AVAILABLE RECORDS.
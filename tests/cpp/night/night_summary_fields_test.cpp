// The field table of NightSummary: names and JSON names are unique, and every field is in the
// Python stub's summary dict.
#include "wvr/night_summary_fields.hpp"

#include <gtest/gtest.h>

#include <set>
#include <string>

#include "core/result_field_checks.hpp"
#include "test_util.hpp"

namespace wvr {
namespace {

TEST(NightSummaryFields, NamesAndJsonNamesAreUnique) {
  std::set<std::string> names, json_names;
  for (const NightSummaryField& field : night_summary_fields()) {
    EXPECT_TRUE(names.insert(field.name).second) << field.name;
    if (field.json_name != nullptr) {
      EXPECT_TRUE(json_names.insert(field.json_name).second) << field.json_name;
    }
  }
}

TEST(NightSummaryFields, EveryFieldIsInThePythonStub) {
  const std::string stub = test::text_of(test::testdata("../bindings/python/wvr/_core.pyi"));
  const std::string dict = test::section_of(stub, "class NightSummaryDict(TypedDict):", "\n\n");
  ASSERT_FALSE(dict.empty());
  for (const NightSummaryField& field : night_summary_fields()) {
    EXPECT_NE(dict.find(std::string("\n    ") + field.name + ":"), std::string::npos)
        << field.name << " is not in NightSummaryDict of _core.pyi";
  }
}

}  // namespace
}  // namespace wvr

WORK TO COMPLETE. Repeat the data in full, exactly as supplied.

TASK RESULT.
filename tests/cpp/night/night_summary_fields_test.cpp
// The field table of NightSummary: names and JSON names are unique, and every field is in the
// Python stub's summary dict.
#include "wvr/night_summary_fields.hpp"

#include <gtest/gtest.h>

#include <set>
#include <string>

#include "core/result_field_checks.hpp"
#include "test_util.hpp"

namespace wvr {
namespace {

TEST(NightSummaryFields, NamesAndJsonNamesAreUnique) {
  std::set<std::string> names, json_names;
  for (const NightSummaryField& field : night_summary_fields()) {
    EXPECT_TRUE(names.insert(field.name).second) << field.name;
    if (field.json_name != nullptr) {
      EXPECT_TRUE(json_names.insert(field.json_name).second) << field.json_name;
    }
  }
}

TEST(NightSummaryFields, EveryFieldIsInThePythonStub) {
  const std::string stub = test::text_of(test::testdata("../bindings/python/wvr/_core.pyi"));
  const std::string dict = test::section_of(stub, "class NightSummaryDict(TypedDict):", "\n\n");
  ASSERT_FALSE(dict.empty());
  for (const NightSummaryField& field : night_summary_fields()) {
    EXPECT_NE(dict.find(std::string("\n    ") + field.name + ":"), std::string::npos)
        << field.name << " is not in NightSummaryDict of _core.pyi";
  }
}

}  // namespace
}  // namespace wvr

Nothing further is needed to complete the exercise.